Probate Property, Gross Estate and Estate Taxes – Oh My!

Clients often say, “I want to avoid probate,” or “I thought having a Will means I avoid probate?” What we generally do not hear is exactly why someone wants to avoid probate, or even a full understanding of what exactly probate is.  

As a lifelong fan of The Wizard of Oz, I often see correlations between that story and probate. In this newsletter, we will take a closer look at the difference between probate assets and gross estate assets and how they may impact your estate tax obligations.
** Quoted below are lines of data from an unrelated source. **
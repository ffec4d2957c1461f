import { describe, expect, it } from "vitest";
import { alignedGrid } from "../../src/grid/aligned.js";
import type { Numerics } from "../../src/problem/design.js";
import { crankNicolson } from "../../src/steppers/crank-nicolson.js";
import { planClosed } from "../../src/studies/closed-plan.js";
import { estimate } from "../../src/studies/estimate.js";
import { DesignLimitError } from "../../src/studies/limits.js";
import { runToEnd } from "../../src/studies/outcome.js";
import { designOf, MASS, potentialOf } from "../grid/samples.js";
import { delta, packetMean, slabs } from "../potentials/closed-forms.js";

const barrier = potentialOf("rectangular", { height: 0.3, width: 5 });
const packet = { energy: 0.15, width: 10 };
const stack = [
  { width: 2, height: 0.3 },
  { width: 5, height: -0.1 },
  { width: 3, height: 0.2 },
];

describe("the closed box of a Crank-Nicolson calculation", () => {
  /** Transmission on the unrefined grid with all free stretches longer or shorter by a factor. */
  async function inBox(factor: number): Promise<number> {
    const design = designOf(barrier, packet);
    const plan = planClosed(design, 400);
    const last = plan.stretches.length - 1;
    const stretches = plan.stretches.map((s, i) => {
      if (i !== 0 && i !== last) return s;
      // The spacing stays what it was.
      const cells = Math.round(s.cells * factor);
      const length = ((s.to - s.from) / s.cells) * cells;
      return i === 0
        ? { from: s.to - length, to: s.to, cells }
        : { from: s.from, to: s.from + length, cells };
    });
    const system = {
      grid: alignedGrid(stretches, 1),
      potential: barrier,
      particleMass: MASS,
      referenceEnergy: plan.clock.reference,
    };
    const stepper = crankNicolson.prepare(system, plan.timeStep, plan.order);
    return (await runToEnd(stepper, plan.from, plan.steps, undefined, {})).transmitted;
  }

  it("is large enough: twice the room changes T by less than 1e-11, and half the room spoils it", async () => {
    const planned = await inBox(1);
    expect(Math.abs((await inBox(2)) / planned - 1)).toBeLessThan(1e-11);
    expect(Math.abs((await inBox(0.5)) / planned - 1)).toBeGreaterThan(1e-6);
  });
});

describe("invariance", () => {
  it("under a shift of the whole design by `center`: the same to round-off", async () => {
    const [here, there] = await Promise.all(
      [0, 1234.5].map((center) =>
        estimate(designOf(potentialOf("rectangular", { height: 0.3, width: 5 }, center), packet)),
      ),
    );
    // Nodes a thousand nm off are rounded to 1e-13 nm.
    expect(Math.abs(there.transmission.value / here.transmission.value - 1)).toBeLessThan(1e-10);
    expect(there.grid.points).toBe(here.grid.points);
  });

  it("under the choice of a start that is clear", async () => {
    const chosen = await estimate(designOf(barrier, packet));
    const further = await estimate(designOf(barrier, { ...packet, start: -200 }));
    const gap = Math.abs(further.transmission.value - chosen.transmission.value);
    expect(gap).toBeLessThanOrEqual(further.transmission.error + chosen.transmission.error);
    expect(further.verdict).toBe("trusted");
  });

  it("in a mirror: the layers reversed and the packet from the right give the same numbers", async () => {
    const left = await estimate(designOf(potentialOf("layers", { layers: stack }), packet));
    const image = potentialOf("layers", { layers: [...stack].reverse() });
    const right = await estimate(designOf(image, { ...packet, from: "right" }));
    for (const key of ["transmission", "reflection", "atMeanEnergy"] as const)
      expect(Math.abs(right[key].value / left[key].value - 1)).toBeLessThan(1e-11);
    expect(right.time).toEqual(left.time);
    expect(right.grid.points).toBe(left.grid.points);
    expect(right.carryingEnergy).toBeCloseTo(left.carryingEnergy, 9);
  });
});

describe("bounds that were escaped once", () => {
  it.each([
    {
      layers: [{ width: 19.093167895814915, height: 0.38960355769377203 }],
      energy: 0.18819135912845325,
      width: 17,
    },
    {
      layers: [{ width: 16.44874702845065, height: 0.4628263217397034 }],
      energy: 0.04575139233469991,
      width: 173,
    },
  ])(
    "a reflection near one is bounded with its own rounding: $energy eV, $width nm",
    async ({ layers, energy, width }) => {
      const answer = await estimate(designOf(potentialOf("layers", { layers }), { energy, width }));
      const reference = packetMean(slabs(layers), energy, MASS, width);
      expect(answer.verdict).toBe("trusted");
      expect(Math.abs(answer.reflection.value - (1 - reference))).toBeLessThanOrEqual(
        answer.reflection.error,
      );
      expect(answer.reflection.error).toBeLessThan(1e-9);
    },
  );

  it("what rounding throws over a barrier that lets nothing pass is within the bound, and soon told", async () => {
    // The packet's weight above the top is exp(-131): the truth is zero for every purpose.
    const wall = potentialOf("rectangular", { height: 1, width: 100 });
    const { transmission, verdict, time } = await estimate(designOf(wall, packet));
    expect(transmission.value).toBeLessThanOrEqual(transmission.error);
    // Nine times what the last tenth of the time brings in, on the finest grid, is counted too.
    expect(transmission.error).toBeLessThan(1e-25);
    expect(verdict).toBe("doubtful");
    expect(time.steps).toBeLessThan(3000);
  });

  it("T at the mean energy counts what lies beyond the face at the start", async () => {
    const [strength, energy, width] = [0.25904956762210407, 0.025445396517223634, 56.457024665173364];
    const start = -4.641868205275387 * width;
    const answer = await estimate(designOf(potentialOf("delta", { strength }), { energy, width, start }));
    const { value, error } = answer.atMeanEnergy;
    expect(Math.abs(value - delta(strength)(energy, MASS))).toBeLessThanOrEqual(error);
    expect(answer.verdict).toBe("doubtful");
    expect(answer.checks.filter((check) => !check.passed).map((check) => check.name)).toContain("start");
  });
});

describe("the end", () => {
  it("is moved out while a resonance holds the packet, and no further than the user allows", async () => {
    const wall = { width: 2.5, height: 0.4 };
    const resonant = potentialOf("layers", { layers: [wall, { width: 5, height: 0 }, wall] });
    const slow = designOf(resonant, { energy: 0.1, width: 12 });
    const first = planClosed(slow).end;
    const answer = await estimate(slow);
    expect(answer.time.end_fs).toBeGreaterThan(1.5 * first);
    expect(answer.verdict).toBe("trusted");

    const cut = await estimate({ ...slow, numerics: { end: first } });
    expect(cut.time.end_fs).toBeLessThan(1.2 * first);
    expect(cut.verdict).toBe("doubtful");
    expect(cut.checks.find((check) => check.name === "remaining")?.passed).toBe(false);
    expect(Math.abs(cut.transmission.value - answer.transmission.value)).toBeLessThanOrEqual(
      cut.transmission.error,
    );
  });
});

describe("verdict", () => {
  it("is trusted exactly when every check passed; each says what it holds against what", async () => {
    for (const numerics of [{}, { step: 0.5 }, { accuracy: 1e-3 }] as Numerics[]) {
      const { checks, verdict, accuracy, transmission } = await estimate(designOf(barrier, packet, numerics));
      for (const { value, limit, passed, explanation } of checks) {
        expect(passed).toBe(value <= limit);
        expect(explanation.length).toBeGreaterThan(10);
      }
      expect(verdict).toBe(checks.every((check) => check.passed) ? "trusted" : "doubtful");
      expect(accuracy.reached).toBe(transmission.error / transmission.value);
      expect(verdict === "trusted").toBe(accuracy.reached <= accuracy.asked);
    }
  });

  it("does not do more than was asked: a low accuracy takes fewer or coarser calculations", async () => {
    const [low, high] = await Promise.all(
      [1e-3, 1e-8].map((accuracy) => estimate(designOf(barrier, packet, { accuracy }))),
    );
    expect(low.verdict).toBe("trusted");
    expect(high.verdict).toBe("trusted");
    expect(high.grid.points * high.time.steps).toBeGreaterThan(1.1 * low.grid.points * low.time.steps);
    expect(high.transmission.error).toBeLessThan(low.transmission.error);
  });

  it("every number of an answer is finite, also where nothing at all gets through", async () => {
    const wall = potentialOf("rectangular", { height: 30, width: 60 });
    const answer = await estimate(designOf(wall, packet));
    const numbers = [answer.transmission, answer.reflection, answer.atMeanEnergy].flatMap((x) => [
      x.value,
      x.error,
    ]);
    for (const x of [
      ...numbers,
      answer.remaining,
      answer.carryingEnergy,
      ...answer.checks.map((check) => check.value),
    ])
      expect(Number.isFinite(x)).toBe(true);
    for (const { value } of [answer.transmission, answer.reflection, answer.atMeanEnergy]) {
      expect(value).toBeGreaterThanOrEqual(0);
      expect(value).toBeLessThanOrEqual(1);
    }
    expect(answer.transmission.value).toBeLessThanOrEqual(answer.transmission.error);
    expect(answer.verdict).toBe("doubtful");
  });
});

describe("what is refused or stopped", () => {
  it("a confining potential, and a stepper that cannot do the design", async () => {
    const well = designOf(potentialOf("harmonic", { quantum: 0.1 }), packet);
    await expect(estimate(well)).rejects.toThrow(DesignLimitError);
    const heavy = potentialOf("rectangular", { height: 0.3, width: 5, mass: 2 * MASS });
    const split = designOf(heavy, packet, { stepper: "split-operator" });
    await expect(estimate(split)).rejects.toMatchObject({ path: "numerics.stepper" });
    const expansion = designOf(heavy, packet, { stepper: "chebyshev" });
    await expect(estimate(expansion)).rejects.toMatchObject({ path: "numerics.stepper" });
  });

  it("eigenstates, which cannot refine a grid, and an order where there is none", async () => {
    const expansion = estimate(designOf(barrier, packet, { stepper: "eigenstates" }));
    await expect(expansion).rejects.toMatchObject({ path: "numerics.stepper" });
    await expect(expansion).rejects.toThrow(/crank-nicolson, split-operator or chebyshev/);
    const ordered = estimate(designOf(barrier, packet, { stepper: "chebyshev", order: 2 }));
    await expect(ordered).rejects.toMatchObject({ path: "numerics.order" });
  });

  it.each<[string, Numerics]>([
    ["numerics.step", { step: 1e-9 }],
    ["numerics.points", { points: 2 ** 24 }],
    ["numerics.length", { length: 1e9 }],
    ["numerics.end", { end: 1e15 }],
    ["numerics.timeStep", { timeStep: 1e-9 }],
  ])(
    "an absurd %s, by name and at once, with any stepper that there is an estimate by",
    async (path, numerics) => {
      for (const stepper of ["crank-nicolson", "split-operator", "chebyshev"]) {
        const before = performance.now();
        const refused = estimate(designOf(barrier, packet, { ...numerics, stepper }));
        await expect(refused).rejects.toThrow(DesignLimitError);
        await expect(refused).rejects.toMatchObject({ path });
        expect(performance.now() - before).toBeLessThan(2000);
      }
    },
  );

  it("a packet of a metre before a barrier of nanometres", async () => {
    await expect(estimate(designOf(barrier, { ...packet, width: 1e9 }))).rejects.toMatchObject({
      path: "potential",
    });
  });

  it("an estimate whose signal is given, before it starts and under way", async () => {
    const signal = AbortSignal.abort(new Error("too late"));
    await expect(estimate(designOf(barrier, packet), { signal })).rejects.toThrow("too late");
    const controller = new AbortController();
    const texts: string[] = [];
    const run = estimate(designOf(barrier, packet, { timeStep: 1e-4 }), {
      signal: controller.signal,
      onProgress: (text, share) => {
        texts.push(text);
        if (share !== undefined) controller.abort(new Error("enough"));
      },
    });
    await expect(run).rejects.toThrow("enough");
    expect(texts[0]).toMatch(/^Crank-Nicolson, \d+ points/);
  });
});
We’re not in Kansas anymore 

Generally, probate property is individually owned (meaning not jointly owned and not owned by a revocable trust or entity) and has no designated beneficiary. Probate property is often a decedent’s real estate, checking/investment account, business interests, or a car (all individually owned). Retirement assets often have a named beneficiary, or the beneficiary is determined under the plan, and is therefore generally not probate property (because although it is individually owned, it has a designated beneficiary). Always double check you have the appropriate beneficiaries, as they can become outdated or may be missing – never assume! A joint checking account between spouses or a parent and child is also not probate property (because the asset is not individually owned), and immediately passes to the surviving account owner at death.  

“The Scarecrow said, “I cannot think why this wall is here nor what it is made of.” The Woodman replied, “…when we have climbed over it, we shall know what is on the other side.”

At death, your loved ones will need to determine what “probate” property you own, if any. This will be pretty apparent as jointly owned property will be accessible by the surviving owner, assets with beneficiary designations will be distributed directly to the named beneficiary, and trust assets will be accessible by the successor Trustee. With probate property, your loved ones will, in a sense, hit a wall and be refused access to the asset. Someone (a bank teller, financial advisor, the registry of deeds) will hold up a stop sign and say – “STOP! You cannot proceed without court appointment or approval.” Once your loved one hits this “wall,” they will immediately realize the need for court involvement (in other words – probate).

The need for court involvement or probate does not have anything to do with whether or not someone has a Will. I repeat, the need for court involvement when someone dies with probate assets has nothing to do with whether or not someone has a Will!  

We’re off to see the wizard, the wonderful Wizard of Oz!

I often think of probate as the yellow brick road. Who is traveling on the yellow brick road? Your loved ones – whoever would help administer your probate property at your death (maybe a spouse, child, close friend, or attorney). Where does the yellow brick road lead? Why to the Emerald City of course! And who is at the Emerald City? Oz…aka the probate judge. While traveling on the yellow brick road towards the Emerald City, which is the only route when dealing with probate assets, your loved one (Dorothy in this scenario) may encounter friends, allies, apple-throwing trees, maybe even a flying monkey or two. Who she encounters while traveling on the yellow brick road is dependent on many factors, such as whether or not you had a properly drafted Will, whether your family is contesting the Will, or whether you had no Will at all. So, as your loved ones travel on the road to Oz, how easy the path is will be entirely dependent on your Will and your family (not to say that Oz never blows some smoke and fire into the mix). 

Utilizing a revocable living trust and ensuring assets are either titled to the trust or the trust is the named beneficiary, can keep your loved ones safely in Kansas, away from Oz and the yellow brick road.  Although the movie makes it, at times, look exciting, there is nothing shiny and enjoyable about the probate process, and when confronted with the statement, “I want to avoid probate,” well, we would also agree. 

Another road through the forest

Alternatively and unrelated, a decedent’s “gross estate” for estate tax purposes includes all probate and non-probate property, including assets held in the name of the decedent, those held jointly, those with beneficiaries, and trusts where the decedent had control over the assets. It might be easiest to visual an individual’s gross estate as one large pie and the probate assets as one piece of that pie. The size of the piece of pie depends on the forethought of the decedent to structure the assets to avoid probate (i.e. naming beneficiaries, holding joint assets, or funding a trust).

Determining the gross estate is important to determine if the decedent’s estate will be subject to a federal or Massachusetts estate tax. Estate tax returns are due nine months from the date of death. Even if a six-month extension is applied for, payment of the estimated tax remains due on the nine-month due date to avoid interest and penalties. If payment is due but not made or is underestimated, then the estate could be subject to interest and penalties. 

In summary, it’s important to plan ahead to avoid unintended circumstances when it comes time to administer your estate. As Glinda the Good Witch said, “You’ve always had the power my dear, you just had to learn it for yourself.” And, remember, you don’t need to go it alone. We are here to guide you every step of those ruby red slippers.